Technologies can help
What is the answer? Collaboration with trusted, experienced and knowledgeable technology partners can lay a solid foundation and, indeed, innovative life science companies are turning to Siemens. For example, the ability to continually develop technology products and solutions to address changing manufacturing demands, support sustainable operations and ensure patient safety, offers the market a technology pathway to drive asset value and reduce time to manufacture. The delivery of real-time, accurate date measurement tools also ensures product quality within a validated manufacturing process. As such, commercial pressures to optimise and safeguard production can be satisfied, while access to intelligent and quick data generation not only provides compliance peace-of-mind, it can also inform and drive management and production strategies and future direction.
Key technologies under-score the objectives around reducing costs, driving quality and keeping patients safe. The integration of real-time data management, process analytical techniques (PAT-QbD), unique product identification concepts such as serialisation and ePedigree tools to combat the growth of the counterfeit market, electronic batch recording and weighing and dispensing solutions, can only enhance and optimise manufacturing performance - as well as protect the corporate brand.
The integration of such technologies only tells part of the story. The true benefit comes from a holistic approach that understands how technologies and data management can support a better understanding of the process and operation from starting materials through to the pharmacy and aid on-going manufacturing process efficiency. Central to this is the life cycle support model that has been adopted by many other industrial sectors and which has protected and maximised their investments and helped drive continuous assessment of the changing demands companies can face. As an example, with technology at its centre, life cycle support ensures a sustainable future by managing obsolescence as technology solutions improve and a transparent life cost model is established.

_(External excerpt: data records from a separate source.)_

package spec

import (
	"math"
	"testing"
)

func TestDefaultStripThicknessSteps(t *testing.T) {
	// Common practice (no published source): 0.3 mm shim by default, in
	// 0.05 mm steps, with at least 0.1 mm of air under it.
	const tol = 1e-12
	for _, tc := range []struct {
		name       string
		room, want float64
	}{
		{"plenty of room", 1.0, 0.3},
		{"just room for 0.3 mm", 0.4, 0.3},
		{"room for 0.15 mm", 0.25, 0.15},
		{"room for 0.1 mm", 0.2, 0.1},
		{"no room keeps the thinnest", 0.1, 0.05},
	} {
		t.Run(tc.name, func(t *testing.T) {
			if got := defaultStripThickness(tc.room); math.Abs(got-tc.want) > tol {
				t.Errorf("defaultStripThickness(%g) = %g mm, want %g", tc.room, got, tc.want)
			}
		})
	}
}
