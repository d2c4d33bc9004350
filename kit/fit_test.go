package kit

import (
	"errors"
	"strings"
	"testing"

	"coilwright/parts/spec"
	"coilwright/parts/spec/spectest"
)

// base is a valid 5.8 GHz conical spec the fit tests change one key of.
const base = spectest.Base

// newKit parses src and plans its kit.
func newKit(src string) (*Kit, error) {
	s, err := spec.ParseSpec([]byte(src))
	if err != nil {
		return nil, err
	}
	return New(Source{Name: "test.toml", Bytes: []byte(src), Spec: s}, Options{})
}

// TestFormerFitErrors checks that the former's fit problems come back as
// spec errors on the key to change, with its line.
func TestFormerFitErrors(t *testing.T) {
	for _, tc := range []struct {
		name     string
		old, new string
		extra    string // appended to the spec
		key      string
		words    string
	}{
		{"bore too wide for the coil", "[wire]", "[former]\ndrive = \"bore\"\nbore_diameter_mm = 12.0\n[wire]", "", "former.bore_diameter_mm", "wall under the groove"},
		// 3 mm wire with 0.2 mm clearance: groove radius 1.6 mm needs
		// max(1.6·(1 + √2) + 0.8, 3.5·1.6) = 5.6 mm of spacing; 4.5 mm
		// is short.
		{"groove needs spacing", "pitch_angle_deg = 13.0\n\n[wire]\nmaterial = \"copper-annealed\"\ndiameter_mm = 1.6", "spacing_mm = 4.5\n\n[wire]\nmaterial = \"copper-annealed\"\ndiameter_mm = 3.0", "", "coil.spacing_mm", "groove"},
		{"hex socket deeper than the former", "turns = 5.0", "turns = 1.0", "\n[former]\nhex_depth_mm = 40.0\n", "former.hex_depth_mm", "socket"},
	} {
		t.Run(tc.name, func(t *testing.T) {
			src := strings.Replace(base, tc.old, tc.new, 1) + tc.extra
			if src == base {
				t.Fatal("the test's change does not apply")
			}
			_, err := newKit(src)
			var ses spec.SpecErrors
			if !errors.As(err, &ses) {
				t.Fatalf("got %v, want spec errors", err)
			}
			found := false
			for _, e := range ses {
				if e.Key == tc.key {
					found = true
					if e.Line == 0 {
						t.Errorf("%s reported without its line", tc.key)
					}
					if !strings.Contains(e.Error(), tc.words) || e.Fix == "" {
						t.Errorf("%v: want %q and a fix", e, tc.words)
					}
				}
			}
			if !found {
				t.Errorf("got %v, want an error on %s", err, tc.key)
			}
		})
	}
}

// TestFormerSizeWarning checks that a former larger than the print volume
// is a warning, not an error, and that no former files are written.
func TestFormerSizeWarning(t *testing.T) {
	for _, tc := range []struct{ name, key string }{
		{"taller than the printer", "print_height_mm = 40.0"},
		{"wider than the printer", "print_width_mm = 30.0"},
	} {
		t.Run(tc.name, func(t *testing.T) {
			k, err := newKit(strings.Replace(base, "[wire]", "[former]\n"+tc.key+"\n[wire]", 1))
			if err != nil {
				t.Fatal(err)
			}
			found := false
			for _, w := range k.Report.Warnings {
				found = found || w.Code == "former-size"
			}
			if !found {
				t.Errorf("warnings %v lack former-size", k.Report.Warnings)
			}
			var m Memory
			if err := k.writeFormer(&m); err != nil {
				t.Fatal(err)
			}
			if len(m.Names()) != 0 {
				t.Errorf("wrote %v for a former the printer cannot take", m.Names())
			}
		})
	}
}
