package kit

import (
	"encoding/csv"
	"fmt"
	"io"
	"strconv"

	"coilwright/cam/touchstone"
	"coilwright/parts"
	"coilwright/parts/field"
)

// solveField runs the field solution when the spec's [solver] table asks
// for it and returns the design carrying it (d itself when it is off).
func solveField(d *parts.Design) (*parts.Design, error) {
	if !d.Spec.Solver.On() {
		return d, nil
	}
	opt := field.OptionsFromSpec(d.Spec)
	st, err := field.Build(d, opt)
	if err != nil {
		return nil, err
	}
	key := st.Key(opt)
	if r, ok := fieldMemo.get(key); ok {
		return d.WithField(r), nil
	}
	r, err := st.Sweep(opt)
	if err != nil {
		return nil, err
	}
	fieldMemo.put(key, r)
	return d.WithField(r), nil
}

// fieldMemo keeps the last few field solutions of this process by
// field.Structure.Key (a digest of everything a solution depends on), so a
// process that builds the same antenna again (check then build, tests,
// specs differing only in cutting or former keys) does not solve it
// again. The solution is a pure function of that key, so the output is the
// same either way.
var fieldMemo = newMemo[*parts.FieldSolution](16)

// writeField writes sweep.csv, pattern.csv and sweep.s1p when the field
// solution ran.
func (k *Kit) writeField(s Sink) error {
	f := k.Design.Field
	if f == nil {
		return nil
	}
	if err := s.Add("sweep.csv", func(w io.Writer) error { return writeSweepCSV(w, f) }); err != nil {
		return err
	}
	if err := s.Add("pattern.csv", func(w io.Writer) error { return writePatternCSV(w, f) }); err != nil {
		return err
	}
	return s.Add("sweep.s1p", func(w io.Writer) error {
		pts := make([]touchstone.Point, len(f.Points))
		for i, p := range f.Points {
			pts[i] = touchstone.Point{FrequencyHz: p.FrequencyMHz * 1e6, S11: p.Reflection}
		}
		return touchstone.WriteS1P(w, pts, touchstone.Options{ReferenceOhm: f.CableOhm, Comments: []string{
			k.Design.Spec.Kit + ": predicted S11 at the feed (field solution, " + f.Reflector + " reflector model)",
			fmt.Sprintf("%d unknowns; no dielectrics, no current on the outside of the coax", f.Unknowns),
		}})
	})
}

// sweepHeader is sweep.csv's header: one column per figure, units in the
// names.
var sweepHeader = []string{"frequency_mhz", "resistance_ohm", "reactance_ohm", "gamma_re", "gamma_im", "gamma_mag", "vswr", "return_loss_db",
	"axis_rhcp_dbic", "axis_lhcp_dbic", "peak_rhcp_dbic", "peak_lhcp_dbic", "peak_theta_deg", "realised_dbic", "axial_ratio_db",
	"hpbw_phi0_deg", "hpbw_phi90_deg", "front_to_back_db", "efficiency"}

func fmtF(v float64, prec int) string { return strconv.FormatFloat(v, 'f', prec, 64) }

func writeSweepCSV(w io.Writer, f *parts.FieldSolution) error {
	cw := csv.NewWriter(w)
	if err := cw.Write(sweepHeader); err != nil {
		return err
	}
	for _, p := range f.Points {
		row := []string{fmtF(p.FrequencyMHz, 4), fmtF(p.ResistanceOhm, 4), fmtF(p.ReactanceOhm, 4),
			fmtF(p.GammaRe, 9), fmtF(p.GammaIm, 9), fmtF(p.GammaMag, 9), fmtF(p.VSWR, 4), fmtF(p.ReturnLossDB, 3),
			fmtF(p.AxisRHCPDBic, 3), fmtF(p.AxisLHCPDBic, 3), fmtF(p.PeakRHCPDBic, 3), fmtF(p.PeakLHCPDBic, 3), fmtF(p.PeakThetaDeg, 2),
			fmtF(p.RealisedDBic, 3), fmtF(p.AxialRatioDB, 3), fmtF(p.HPBWDeg[0], 2), fmtF(p.HPBWDeg[1], 2), fmtF(p.FrontToBackDB, 2), fmtF(p.Efficiency, 5)}
		if err := cw.Write(row); err != nil {
			return err
		}
	}
	cw.Flush()
	return cw.Error()
}

func writePatternCSV(w io.Writer, f *parts.FieldSolution) error {
	cw := csv.NewWriter(w)
	if err := cw.Write([]string{"frequency_mhz", "phi_deg", "theta_deg", "rhcp_dbic", "lhcp_dbic"}); err != nil {
		return err
	}
	for _, c := range f.Cuts {
		for _, s := range c.Samples {
			if err := cw.Write([]string{fmtF(f.Centre.FrequencyMHz, 4), fmtF(c.PhiDeg, 1), fmtF(s.ThetaDeg, 1), fmtF(s.RHCPDBic, 3), fmtF(s.LHCPDBic, 3)}); err != nil {
				return err
			}
		}
	}
	cw.Flush()
	return cw.Error()
}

The pharmaceutical and life science sector in the UK makes an important contribution to the economic health of the nation and its scientific expertise is renowned around the world. The commercial environment continues to evolve and change, and unfortunately it will be the inert manufacturing operations that are left behind.
Applicable and proven technologies to help drive reductions in cost of manufacture, optimise operational efficiencies, deliver the right product on time, every time and maintain the trust of purchasing governments, health authorities and patients, are currently available to the pharmaceutical and life science community. A reluctance to invest in such technologies, as competitors take such steps, means you are effectively standing still.